Total truce while daddy was bottle feeding and burping her of course. And they had a nice little five minute play time on the mat before she decompensated again mid-afternoon. 

I asked him if he was ready to be a stay-at-home dad yet! He demurred. But, well, the point is, there's kind of a skill here I think that goes beyond having boobs. And I'm kind of marveling that I've somehow built that up. Because if she'd thrown this stuff at me a few weeks ago, I'd have been lost at a sea of baby tears. But I really am starting to have this feel of her different cries and her daily rhythms. Meaning it's time for them to all mix up and throw us into chaos. 

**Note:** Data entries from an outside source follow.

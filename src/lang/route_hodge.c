/* The Hodge routes of int_{g,n} (integrands with lambda_j or ch_k): closed forms where they apply
   (src/engines/hodge/hodge_closed.c) and the Faber-Pandharipande operator (hodge_fp.c) answer;
   the check takes each term by the other route: the operator after a closed form, Mumford's
   Grothendieck-Riemann-Roch formula (hodge_grr.c) after the operator. */
#include <stdio.h>

#include "cancel.h"
#include "classes/cpoly.h"
#include "diag.h"
#include "eval.h"
#include "hodge/hodge.h"
#include "hodge_lang.h"
#include "route.h"
#include "verify_account.h"
#include "failure.h"

/* What the term callbacks share. */
typedef struct {
    interp *I;
    hodge_ctx *H;
    slong g;
    fmpq_mpoly_struct *res;
    double estimate;        /* largest state estimate over the terms */
    route_check *check;     /* NULL: the operator; else Mumford's formula, counting its reach */
} hodge_run;

static int hodge_route_estimate_term(void *data, const slong *psi, slong n, const slong *kmult, slong kmax,
                                     const slong *lmult, slong lmax, const slong *cmult, slong cmax,
                                     const fmpq_mpoly_t coeff)
{
    hodge_run *R = data;
    slong kdeg = 0, hdeg = hodge_lang_degree(lmult, lmax, cmult, cmax);
    (void)coeff;
    if (R->g == 0 && hdeg > 0)
        return 0;               /* E = 0 in genus 0: no work */
    if (hodge_closed_kind(R->g, psi, n, kmult, kmax, lmult, lmax, cmult, cmax) != HODGE_CLOSED_NONE)
        return 0;               /* a closed form (hodge_closed.c): no memo */
    for (slong j = 1; j <= kmax; j++)
        kdeg += kmult[j];
    double e = hodge_estimate_states(R->g, n + kdeg, hdeg);
    if (e > R->estimate)
        R->estimate = e;
    return 0;
}

#define HODGE_WHY_GRR_LIMIT "Mumford's formula reached the memo limit of --max-table"
#define HODGE_WHY_FP_TABLE "the Faber-Pandharipande operator's estimate is above --max-table"
#define HODGE_WHY_FP_LIMIT "the Faber-Pandharipande operator reached the memo limit of --max-table"

/* The memo states the operator would need for a term (hodge_estimate_states). */
static double hodge_route_states(slong g, slong n, const slong *kmult, slong kmax, slong hdeg)
{
    slong kdeg = 0;
    for (slong j = 1; j <= kmax; j++)
        kdeg += kmult[j];
    return hodge_estimate_states(g, n + kdeg, hdeg);
}

/* The check of one term: the operator when the answer came from a closed form (within
   --max-table), else Mumford's formula. WK_LIMIT (counted, with its reason) when out of reach. */
static int hodge_route_check_term(fmpq_t v, hodge_run *R, int closed, const slong *psi, slong n, const slong *kmult,
                                  slong kmax, const slong *lmult, slong lmax, const slong *cmult, slong cmax)
{
    const char *why = closed ? HODGE_WHY_FP_LIMIT : HODGE_WHY_GRR_LIMIT;
    int st = WK_LIMIT;
    if (closed && hodge_route_states(R->g, n, kmult, kmax, hodge_lang_degree(lmult, lmax, cmult, cmax))
                      > R->I->lim.max_table)
        why = HODGE_WHY_FP_TABLE;
    else
        st = hodge_integral_lambda(v, R->H, closed ? HODGE_ROUTE_FP : HODGE_ROUTE_GRR, R->g, psi, n, kmult, kmax,
                                   lmult, lmax, cmult, cmax, 0);
    if (st == WK_OK) {
        R->check->checked++;
        verify_checked(R->I, VERIFY_MONOMIAL, 1);
    } else if (st == WK_LIMIT) {
        R->check->unchecked++;
        verify_unchecked(R->I, NULL, VERIFY_MONOMIAL, 1, why);
    }
    return st;
}

/* One term: by its closed form, else by the operator; as the check, by the other route of
   hodge_route_check_term (out of its reach, the first route's value). Adds coeff times the value
   to the result. */
static int hodge_route_term(void *data, const slong *psi, slong n, const slong *kmult, slong kmax,
                            const slong *lmult, slong lmax, const slong *cmult, slong cmax, const fmpq_mpoly_t coeff)
{
    hodge_run *R = data;
    if (R->g == 0 && hodge_lang_degree(lmult, lmax, cmult, cmax) > 0)
        return WK_OK;           /* E = 0 in genus 0 */
    int closed = hodge_closed_kind(R->g, psi, n, kmult, kmax, lmult, lmax, cmult, cmax) != HODGE_CLOSED_NONE;
    fmpq_t v;
    fmpq_init(v);
    int st = R->check ? hodge_route_check_term(v, R, closed, psi, n, kmult, kmax, lmult, lmax, cmult, cmax)
                      : WK_LIMIT;
    if (st == WK_LIMIT)
        st = closed ? hodge_closed_integral(v, R->g, psi, n, kmult, kmax, lmult, lmax, cmult, cmax)
                    : hodge_integral_lambda(v, R->H, HODGE_ROUTE_FP, R->g, psi, n, kmult, kmax, lmult, lmax, cmult,
                                            cmax, 0);
    if (st == WK_OK) {
        fmpq_mpoly_t t;
        fmpq_mpoly_init(t, R->I->ring.ctx);
        fmpq_mpoly_scalar_mul_fmpq(t, coeff, v, R->I->ring.ctx);
        fmpq_mpoly_add(R->res, R->res, t, R->I->ring.ctx);
        fmpq_mpoly_clear(t, R->I->ring.ctx);
    }
    fmpq_clear(v);
    return st;
}

static int hodge_route_applies(integral *q)
{
    return q->family == INTEGRAND_HODGE;
}

/* The largest memo the terms need against --max-table. The states are the figure the engine
   can predict; as the only route of its family, nothing compares it with seconds yet. */
static void hodge_route_estimate(integral *q, route_cost *cost)
{
    const cpoly *P = integral_expansion(q);
    if (!P) {
        cost->refusal = "the expansion of the Hodge integrand failed";
        return;
    }
    interp *I = q->I;
    hodge_run R = {I, NULL, P->g, NULL, 0, NULL};
    cpoly_foreach_top_hodge(P, hodge_route_estimate_term, &R);
    cost->seconds = R.estimate;
    if (R.estimate <= I->lim.max_table)
        return;
    char amount[48];
    if (R.estimate > 1e18)
        snprintf(amount, sizeof amount, "more than 1e18");
    else
        snprintf(amount, sizeof amount, "about %.3g", R.estimate);
    snprintf(cost->msg, sizeof cost->msg, "this Hodge integral on Mbar_{%ld,%ld} needs %s memo states, above the "
             "limit of %.3g (raise it with --max-table N)", (long)P->g, (long)P->n, amount, I->lim.max_table);
    cost->refusal = "the Hodge memo estimate is above --max-table";
}

/* The integral by the operator (check NULL) or by Mumford's formula (check not NULL). */
static value *hodge_route_run(integral *q, route_check *check)
{
    interp *I = q->I;
    const cpoly *P = integral_expansion(q);
    if (!P)
        return NULL;
    hodge_run R = {I, hodge_lang_ctx(I), P->g, NULL, 0, check};
    value *r = value_new_num(&I->ring);
    R.res = r->num;
    int st = R.H ? cpoly_foreach_top_hodge(P, hodge_route_term, &R) : WK_LIMIT;
    if (st == WK_OK && !check)
        hodge_lang_warn_zero(I, q->where, q->g, q->n, q->integrand, r);
    if (st == WK_OK)
        return r;
    hodge_lang_report(I, q->where, st);
    value_release(r);
    return NULL;
}

static value *hodge_route_operator(integral *q, route_check *check)
{
    (void)check;   /* the operator has no limit below its estimate: as a check it runs in full */
    return hodge_route_run(q, NULL);
}

static value *hodge_route_mumford(integral *q, route_check *check)
{
    route_check own = {0.0, 0.0, NULL};
    return hodge_route_run(q, check ? check : &own);
}

const route route_hodge_operator = {
    "the Faber-Pandharipande operator", hodge_route_applies, hodge_route_estimate, hodge_route_operator,
    &route_hodge_mumford,
};

const route route_hodge_mumford = {
    "the second Hodge route (the operator after a closed form, Mumford's formula after the operator)",
    hodge_route_applies, hodge_route_estimate, hodge_route_mumford, NULL,
};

And yes, I know that kids go back and forth on their preference for various parents. I don't even think we've actually hit attachment per se, as much as a preference for a couple of subtle tricks I've learned and can't quite pass on. So I won't get too cocky. But after a few weeks of "well, maybe I could just try... I mean, it probably won't work, but hey..." and "want me to take a shift? Sure it won't make a difference but..." I'm just going to go ahead and pat myself on the back a bit and feel a little more ownership over the term MOMMY. 

Her daddy is such a trooper, though. Just keeps trying new things and selectively taking direction (he still wants to figure out his way, and that's fair) and wanting her back, despite the obvious frustration. Ok, either that's love or his famously bad memory. But I'm going with love..

 She's a lucky baby. And mommy knows it enough to dig her nails into the couch and let them figure it as long as she can stand it. Although she may still feel a little ambivalent about the fact that daddy will still wind up with the cute playful moments, because mommy really feels compelled to rush into the breech of an unmade home and accomplish anything (like, say, eating) in the few quiet moments. But that is kind of her call. 

And while she's a lucky baby, I'll tempt the fates and say she's also pretty lucky to have me in my full scale mommening. I'd pat myself on the back, but that is really hard when she's passed out in the boba, head thrown back and bobbing like it is.